RECORD EXCERPTS>
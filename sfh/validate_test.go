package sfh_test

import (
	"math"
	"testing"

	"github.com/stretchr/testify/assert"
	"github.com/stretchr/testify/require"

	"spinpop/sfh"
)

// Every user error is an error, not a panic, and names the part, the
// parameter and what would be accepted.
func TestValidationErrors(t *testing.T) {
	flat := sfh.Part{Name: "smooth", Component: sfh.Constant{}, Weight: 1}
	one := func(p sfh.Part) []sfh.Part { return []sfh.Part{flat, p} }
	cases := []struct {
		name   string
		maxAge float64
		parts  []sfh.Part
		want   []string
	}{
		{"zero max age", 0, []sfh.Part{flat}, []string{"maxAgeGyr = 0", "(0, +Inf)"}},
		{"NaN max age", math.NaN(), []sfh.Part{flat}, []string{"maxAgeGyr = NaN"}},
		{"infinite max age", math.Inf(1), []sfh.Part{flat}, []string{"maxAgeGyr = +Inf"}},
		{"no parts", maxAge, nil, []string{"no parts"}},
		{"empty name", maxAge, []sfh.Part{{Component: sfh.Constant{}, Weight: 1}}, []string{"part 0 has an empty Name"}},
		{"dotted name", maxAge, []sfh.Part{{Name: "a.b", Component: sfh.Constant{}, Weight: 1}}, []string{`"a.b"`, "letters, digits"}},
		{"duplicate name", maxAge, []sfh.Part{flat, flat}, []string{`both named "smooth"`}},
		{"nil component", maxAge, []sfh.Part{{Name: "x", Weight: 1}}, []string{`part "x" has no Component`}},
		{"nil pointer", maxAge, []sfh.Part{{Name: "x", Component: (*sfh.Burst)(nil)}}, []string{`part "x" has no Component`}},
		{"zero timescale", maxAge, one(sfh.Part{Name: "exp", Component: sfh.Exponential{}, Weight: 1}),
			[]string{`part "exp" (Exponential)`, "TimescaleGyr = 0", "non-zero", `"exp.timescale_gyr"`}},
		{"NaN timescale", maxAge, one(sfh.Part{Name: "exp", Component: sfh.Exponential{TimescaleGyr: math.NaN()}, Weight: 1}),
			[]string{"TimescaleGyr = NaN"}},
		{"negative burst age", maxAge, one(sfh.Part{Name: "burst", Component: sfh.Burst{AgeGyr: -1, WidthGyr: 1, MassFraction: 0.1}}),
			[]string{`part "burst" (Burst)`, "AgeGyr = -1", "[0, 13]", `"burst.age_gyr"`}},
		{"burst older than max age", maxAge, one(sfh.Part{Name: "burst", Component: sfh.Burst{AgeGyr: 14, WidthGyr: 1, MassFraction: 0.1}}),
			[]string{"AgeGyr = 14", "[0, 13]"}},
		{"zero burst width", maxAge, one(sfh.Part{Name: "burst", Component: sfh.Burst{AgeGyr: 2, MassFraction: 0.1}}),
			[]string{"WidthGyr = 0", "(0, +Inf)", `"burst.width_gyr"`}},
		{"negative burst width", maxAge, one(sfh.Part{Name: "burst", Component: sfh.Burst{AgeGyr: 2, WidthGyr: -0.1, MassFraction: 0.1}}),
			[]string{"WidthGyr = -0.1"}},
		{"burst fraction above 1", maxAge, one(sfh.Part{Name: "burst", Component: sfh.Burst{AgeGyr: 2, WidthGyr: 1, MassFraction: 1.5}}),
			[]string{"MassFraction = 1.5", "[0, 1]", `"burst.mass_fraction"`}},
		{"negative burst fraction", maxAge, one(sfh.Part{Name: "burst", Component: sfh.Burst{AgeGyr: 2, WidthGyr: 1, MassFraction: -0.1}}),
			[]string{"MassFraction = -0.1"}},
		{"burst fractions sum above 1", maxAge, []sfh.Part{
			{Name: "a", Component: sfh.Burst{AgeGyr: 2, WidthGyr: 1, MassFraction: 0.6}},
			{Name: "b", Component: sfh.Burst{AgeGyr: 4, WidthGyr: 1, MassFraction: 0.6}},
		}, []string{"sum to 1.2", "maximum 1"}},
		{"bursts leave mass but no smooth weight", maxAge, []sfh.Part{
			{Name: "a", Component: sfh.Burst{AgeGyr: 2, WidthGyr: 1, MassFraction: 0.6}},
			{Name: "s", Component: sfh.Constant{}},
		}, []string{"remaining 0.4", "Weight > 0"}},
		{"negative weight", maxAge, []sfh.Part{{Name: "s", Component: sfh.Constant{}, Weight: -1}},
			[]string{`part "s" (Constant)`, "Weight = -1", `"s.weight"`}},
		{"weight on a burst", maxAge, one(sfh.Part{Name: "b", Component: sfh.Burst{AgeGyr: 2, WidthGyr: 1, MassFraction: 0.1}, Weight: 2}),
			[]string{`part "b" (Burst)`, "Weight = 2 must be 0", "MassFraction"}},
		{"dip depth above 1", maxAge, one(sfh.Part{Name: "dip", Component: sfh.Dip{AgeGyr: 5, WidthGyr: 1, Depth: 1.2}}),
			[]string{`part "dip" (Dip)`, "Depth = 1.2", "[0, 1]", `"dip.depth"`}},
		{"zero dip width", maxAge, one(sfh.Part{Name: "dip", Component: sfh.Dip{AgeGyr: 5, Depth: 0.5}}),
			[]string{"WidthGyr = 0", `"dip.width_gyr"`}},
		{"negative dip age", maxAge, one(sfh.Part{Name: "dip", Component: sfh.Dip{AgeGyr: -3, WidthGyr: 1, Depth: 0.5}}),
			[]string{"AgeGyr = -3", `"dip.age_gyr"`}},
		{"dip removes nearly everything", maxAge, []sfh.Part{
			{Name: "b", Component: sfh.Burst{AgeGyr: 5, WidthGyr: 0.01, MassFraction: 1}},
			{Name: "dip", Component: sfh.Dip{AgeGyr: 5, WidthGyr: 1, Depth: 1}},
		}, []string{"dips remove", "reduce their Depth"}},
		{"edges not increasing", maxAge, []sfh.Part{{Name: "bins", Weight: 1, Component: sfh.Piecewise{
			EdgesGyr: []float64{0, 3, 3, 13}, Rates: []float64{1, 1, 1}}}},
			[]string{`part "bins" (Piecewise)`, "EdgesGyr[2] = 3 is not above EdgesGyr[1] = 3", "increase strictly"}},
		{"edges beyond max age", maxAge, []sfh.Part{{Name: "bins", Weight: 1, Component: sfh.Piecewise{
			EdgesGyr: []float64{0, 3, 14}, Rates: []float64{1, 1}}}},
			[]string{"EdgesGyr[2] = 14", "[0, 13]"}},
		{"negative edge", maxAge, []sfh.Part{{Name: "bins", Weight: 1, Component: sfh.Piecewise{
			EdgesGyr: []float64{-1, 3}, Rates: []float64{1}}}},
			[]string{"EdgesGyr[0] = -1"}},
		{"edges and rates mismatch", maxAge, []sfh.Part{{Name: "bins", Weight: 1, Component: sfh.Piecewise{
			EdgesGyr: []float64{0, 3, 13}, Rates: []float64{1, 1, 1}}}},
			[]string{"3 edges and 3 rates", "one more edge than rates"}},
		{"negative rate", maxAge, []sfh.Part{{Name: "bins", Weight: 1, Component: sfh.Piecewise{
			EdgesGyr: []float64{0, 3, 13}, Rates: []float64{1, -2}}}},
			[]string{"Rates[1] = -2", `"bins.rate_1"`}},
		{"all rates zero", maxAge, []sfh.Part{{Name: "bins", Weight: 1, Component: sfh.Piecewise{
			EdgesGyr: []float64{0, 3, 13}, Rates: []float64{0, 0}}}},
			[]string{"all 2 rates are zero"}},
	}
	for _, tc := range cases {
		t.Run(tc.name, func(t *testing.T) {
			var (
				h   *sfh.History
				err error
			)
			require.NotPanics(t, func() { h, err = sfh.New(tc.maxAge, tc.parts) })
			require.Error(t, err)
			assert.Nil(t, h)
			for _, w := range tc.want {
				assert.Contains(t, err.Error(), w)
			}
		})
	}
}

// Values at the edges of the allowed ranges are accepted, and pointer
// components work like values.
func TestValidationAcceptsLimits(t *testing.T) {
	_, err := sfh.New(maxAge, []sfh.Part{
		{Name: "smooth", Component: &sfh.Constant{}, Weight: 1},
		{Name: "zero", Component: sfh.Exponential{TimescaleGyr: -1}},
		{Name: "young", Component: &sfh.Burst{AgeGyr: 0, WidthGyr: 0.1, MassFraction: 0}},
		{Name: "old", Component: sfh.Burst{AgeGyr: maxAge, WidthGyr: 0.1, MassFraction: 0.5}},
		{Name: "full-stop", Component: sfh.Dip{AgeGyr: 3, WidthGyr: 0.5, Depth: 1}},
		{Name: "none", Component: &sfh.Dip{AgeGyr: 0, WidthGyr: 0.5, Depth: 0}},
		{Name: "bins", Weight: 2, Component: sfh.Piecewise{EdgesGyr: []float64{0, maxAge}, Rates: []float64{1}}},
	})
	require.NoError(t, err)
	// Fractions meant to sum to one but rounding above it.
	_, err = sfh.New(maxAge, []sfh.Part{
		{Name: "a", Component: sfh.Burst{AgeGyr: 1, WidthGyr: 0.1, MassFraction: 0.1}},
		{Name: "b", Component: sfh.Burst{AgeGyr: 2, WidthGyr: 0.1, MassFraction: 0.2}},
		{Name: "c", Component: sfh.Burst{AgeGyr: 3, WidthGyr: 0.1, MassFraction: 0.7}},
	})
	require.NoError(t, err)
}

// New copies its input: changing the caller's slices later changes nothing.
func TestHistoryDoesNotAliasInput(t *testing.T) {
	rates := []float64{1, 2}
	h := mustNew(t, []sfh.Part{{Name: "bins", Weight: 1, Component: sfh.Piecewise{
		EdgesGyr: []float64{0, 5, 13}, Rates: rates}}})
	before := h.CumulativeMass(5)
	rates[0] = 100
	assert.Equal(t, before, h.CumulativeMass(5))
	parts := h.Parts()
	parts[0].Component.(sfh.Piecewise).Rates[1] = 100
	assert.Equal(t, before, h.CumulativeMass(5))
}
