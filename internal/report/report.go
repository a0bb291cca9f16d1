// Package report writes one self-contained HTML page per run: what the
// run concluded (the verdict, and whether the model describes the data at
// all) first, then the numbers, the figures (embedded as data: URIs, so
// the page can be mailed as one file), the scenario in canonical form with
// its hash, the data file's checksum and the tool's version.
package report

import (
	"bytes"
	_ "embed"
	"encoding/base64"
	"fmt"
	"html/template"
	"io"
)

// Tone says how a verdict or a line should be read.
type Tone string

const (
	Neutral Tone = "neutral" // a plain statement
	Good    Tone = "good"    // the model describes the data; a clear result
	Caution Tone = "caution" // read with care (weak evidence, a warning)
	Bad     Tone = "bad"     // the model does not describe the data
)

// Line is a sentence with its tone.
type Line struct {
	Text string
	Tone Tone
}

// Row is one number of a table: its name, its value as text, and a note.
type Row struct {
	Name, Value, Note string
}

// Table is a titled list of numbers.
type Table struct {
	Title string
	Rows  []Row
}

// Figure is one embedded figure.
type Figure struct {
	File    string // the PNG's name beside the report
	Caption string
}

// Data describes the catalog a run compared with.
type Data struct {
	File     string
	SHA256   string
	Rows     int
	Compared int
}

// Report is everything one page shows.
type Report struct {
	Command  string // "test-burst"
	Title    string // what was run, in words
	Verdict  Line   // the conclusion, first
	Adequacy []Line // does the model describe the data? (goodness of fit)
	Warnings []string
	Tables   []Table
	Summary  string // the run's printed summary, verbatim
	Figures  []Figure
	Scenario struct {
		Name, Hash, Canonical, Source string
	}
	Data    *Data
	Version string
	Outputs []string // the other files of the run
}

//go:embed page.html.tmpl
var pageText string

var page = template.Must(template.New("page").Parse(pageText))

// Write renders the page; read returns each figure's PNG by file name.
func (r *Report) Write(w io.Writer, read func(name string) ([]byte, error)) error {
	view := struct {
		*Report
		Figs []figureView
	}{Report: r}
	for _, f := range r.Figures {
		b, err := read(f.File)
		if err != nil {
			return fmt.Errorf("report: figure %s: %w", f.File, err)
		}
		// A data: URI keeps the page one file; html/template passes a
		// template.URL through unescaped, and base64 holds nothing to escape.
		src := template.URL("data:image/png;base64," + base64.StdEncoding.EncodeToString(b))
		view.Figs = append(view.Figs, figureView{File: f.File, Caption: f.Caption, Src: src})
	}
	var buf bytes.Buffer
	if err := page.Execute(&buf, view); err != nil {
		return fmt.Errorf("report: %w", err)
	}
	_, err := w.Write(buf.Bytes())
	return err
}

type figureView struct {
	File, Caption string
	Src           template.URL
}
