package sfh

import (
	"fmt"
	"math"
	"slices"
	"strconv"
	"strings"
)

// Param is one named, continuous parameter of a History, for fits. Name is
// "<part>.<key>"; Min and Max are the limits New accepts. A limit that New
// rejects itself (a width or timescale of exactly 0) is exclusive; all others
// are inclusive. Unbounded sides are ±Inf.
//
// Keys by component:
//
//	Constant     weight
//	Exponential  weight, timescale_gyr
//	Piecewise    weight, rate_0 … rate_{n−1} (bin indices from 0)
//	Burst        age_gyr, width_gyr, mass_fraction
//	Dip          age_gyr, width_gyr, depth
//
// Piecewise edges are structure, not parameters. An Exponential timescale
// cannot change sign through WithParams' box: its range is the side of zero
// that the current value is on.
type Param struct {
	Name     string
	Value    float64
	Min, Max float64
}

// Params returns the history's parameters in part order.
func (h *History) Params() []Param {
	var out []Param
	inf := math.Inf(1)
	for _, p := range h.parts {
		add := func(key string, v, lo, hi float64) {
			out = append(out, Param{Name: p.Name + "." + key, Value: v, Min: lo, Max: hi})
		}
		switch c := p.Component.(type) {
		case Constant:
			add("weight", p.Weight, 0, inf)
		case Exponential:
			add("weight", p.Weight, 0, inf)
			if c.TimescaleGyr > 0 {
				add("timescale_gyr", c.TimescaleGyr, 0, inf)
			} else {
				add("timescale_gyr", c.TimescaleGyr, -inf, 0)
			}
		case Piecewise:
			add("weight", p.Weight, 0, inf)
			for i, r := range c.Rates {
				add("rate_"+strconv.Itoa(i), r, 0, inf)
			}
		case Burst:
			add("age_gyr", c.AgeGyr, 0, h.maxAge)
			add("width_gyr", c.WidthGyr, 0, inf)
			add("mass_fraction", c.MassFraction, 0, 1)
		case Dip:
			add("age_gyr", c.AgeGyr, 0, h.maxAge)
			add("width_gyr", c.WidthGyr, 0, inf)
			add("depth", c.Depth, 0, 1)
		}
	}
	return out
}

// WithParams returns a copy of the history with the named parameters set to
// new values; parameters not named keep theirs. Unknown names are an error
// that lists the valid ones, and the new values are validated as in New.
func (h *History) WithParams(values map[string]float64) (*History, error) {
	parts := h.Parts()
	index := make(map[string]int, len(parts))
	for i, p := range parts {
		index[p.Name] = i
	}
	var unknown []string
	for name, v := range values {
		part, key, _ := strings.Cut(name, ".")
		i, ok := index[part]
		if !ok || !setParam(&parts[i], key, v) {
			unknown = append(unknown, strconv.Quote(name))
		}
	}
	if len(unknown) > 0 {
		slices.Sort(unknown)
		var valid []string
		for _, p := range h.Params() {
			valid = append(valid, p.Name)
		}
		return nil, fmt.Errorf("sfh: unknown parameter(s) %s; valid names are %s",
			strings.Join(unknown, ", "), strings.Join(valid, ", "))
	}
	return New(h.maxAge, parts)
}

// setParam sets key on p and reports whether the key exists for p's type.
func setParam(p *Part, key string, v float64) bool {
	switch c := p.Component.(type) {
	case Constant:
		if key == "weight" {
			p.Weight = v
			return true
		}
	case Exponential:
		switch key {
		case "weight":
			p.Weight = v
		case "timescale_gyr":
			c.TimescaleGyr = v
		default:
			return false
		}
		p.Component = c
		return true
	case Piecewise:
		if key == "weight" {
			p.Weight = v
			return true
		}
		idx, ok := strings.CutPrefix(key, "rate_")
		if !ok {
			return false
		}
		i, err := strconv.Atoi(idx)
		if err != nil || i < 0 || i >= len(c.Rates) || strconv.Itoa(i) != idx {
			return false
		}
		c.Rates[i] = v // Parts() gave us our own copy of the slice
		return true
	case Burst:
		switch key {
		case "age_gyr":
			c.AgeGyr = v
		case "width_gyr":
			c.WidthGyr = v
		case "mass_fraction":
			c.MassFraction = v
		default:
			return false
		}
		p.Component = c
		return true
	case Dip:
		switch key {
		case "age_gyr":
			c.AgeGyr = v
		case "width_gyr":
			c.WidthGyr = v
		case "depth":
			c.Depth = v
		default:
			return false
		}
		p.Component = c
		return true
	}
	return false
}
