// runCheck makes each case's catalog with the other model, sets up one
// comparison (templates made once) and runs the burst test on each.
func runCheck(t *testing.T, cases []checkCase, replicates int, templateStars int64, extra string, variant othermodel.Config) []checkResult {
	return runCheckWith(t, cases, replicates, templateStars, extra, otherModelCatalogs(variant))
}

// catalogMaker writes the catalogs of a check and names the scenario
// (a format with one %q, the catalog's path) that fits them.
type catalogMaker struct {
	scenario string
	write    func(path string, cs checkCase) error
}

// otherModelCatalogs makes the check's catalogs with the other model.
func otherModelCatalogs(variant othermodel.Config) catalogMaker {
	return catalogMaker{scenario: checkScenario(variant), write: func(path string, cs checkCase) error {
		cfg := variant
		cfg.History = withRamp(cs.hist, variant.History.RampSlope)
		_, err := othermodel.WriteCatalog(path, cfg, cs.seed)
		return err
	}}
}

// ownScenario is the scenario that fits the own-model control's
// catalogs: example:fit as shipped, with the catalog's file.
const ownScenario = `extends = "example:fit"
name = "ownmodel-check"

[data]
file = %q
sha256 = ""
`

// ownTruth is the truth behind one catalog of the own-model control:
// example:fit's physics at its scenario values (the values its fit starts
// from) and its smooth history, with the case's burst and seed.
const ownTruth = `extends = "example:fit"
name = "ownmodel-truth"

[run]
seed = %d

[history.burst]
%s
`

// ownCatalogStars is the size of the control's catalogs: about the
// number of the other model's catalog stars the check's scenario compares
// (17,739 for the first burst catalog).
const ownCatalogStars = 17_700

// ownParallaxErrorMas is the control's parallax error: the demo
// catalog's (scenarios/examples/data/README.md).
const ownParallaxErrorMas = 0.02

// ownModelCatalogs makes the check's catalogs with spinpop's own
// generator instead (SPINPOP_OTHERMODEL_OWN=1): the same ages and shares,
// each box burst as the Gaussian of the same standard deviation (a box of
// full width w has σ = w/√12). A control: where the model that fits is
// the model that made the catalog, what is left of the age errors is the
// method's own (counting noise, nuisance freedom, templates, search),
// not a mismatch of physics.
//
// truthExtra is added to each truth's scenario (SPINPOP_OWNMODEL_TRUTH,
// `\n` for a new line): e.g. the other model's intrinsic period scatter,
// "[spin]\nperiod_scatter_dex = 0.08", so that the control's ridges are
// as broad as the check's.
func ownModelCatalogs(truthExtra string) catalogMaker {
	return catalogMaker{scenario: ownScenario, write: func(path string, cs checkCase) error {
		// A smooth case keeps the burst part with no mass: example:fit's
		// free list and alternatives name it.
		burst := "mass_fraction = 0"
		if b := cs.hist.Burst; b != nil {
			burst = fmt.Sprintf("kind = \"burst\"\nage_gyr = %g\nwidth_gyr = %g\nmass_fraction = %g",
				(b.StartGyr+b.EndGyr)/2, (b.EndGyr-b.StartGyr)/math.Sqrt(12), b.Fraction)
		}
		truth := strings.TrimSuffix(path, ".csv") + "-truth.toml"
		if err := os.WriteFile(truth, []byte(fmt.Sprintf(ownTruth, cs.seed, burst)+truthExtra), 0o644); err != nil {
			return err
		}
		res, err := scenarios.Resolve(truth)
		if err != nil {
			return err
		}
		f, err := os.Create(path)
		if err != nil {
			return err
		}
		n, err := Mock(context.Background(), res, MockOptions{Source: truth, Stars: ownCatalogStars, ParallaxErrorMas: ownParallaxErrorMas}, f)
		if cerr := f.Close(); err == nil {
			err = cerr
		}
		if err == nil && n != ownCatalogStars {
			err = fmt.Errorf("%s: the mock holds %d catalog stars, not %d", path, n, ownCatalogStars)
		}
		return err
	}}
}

REQUIREMENT> Scan the material above for the string "variant" and report each line where you find it.

FINISHED EXERCISE>
func runCheck(t *testing.T, cases []checkCase, replicates int, templateStars int64, extra string, variant othermodel.Config) []checkResult {
	return runCheckWith(t, cases, replicates, templateStars, extra, otherModelCatalogs(variant))
func otherModelCatalogs(variant othermodel.Config) catalogMaker {
	return catalogMaker{scenario: checkScenario(variant), write: func(path string, cs checkCase) error {
		cfg := variant
		cfg.History = withRamp(cs.hist, variant.History.RampSlope)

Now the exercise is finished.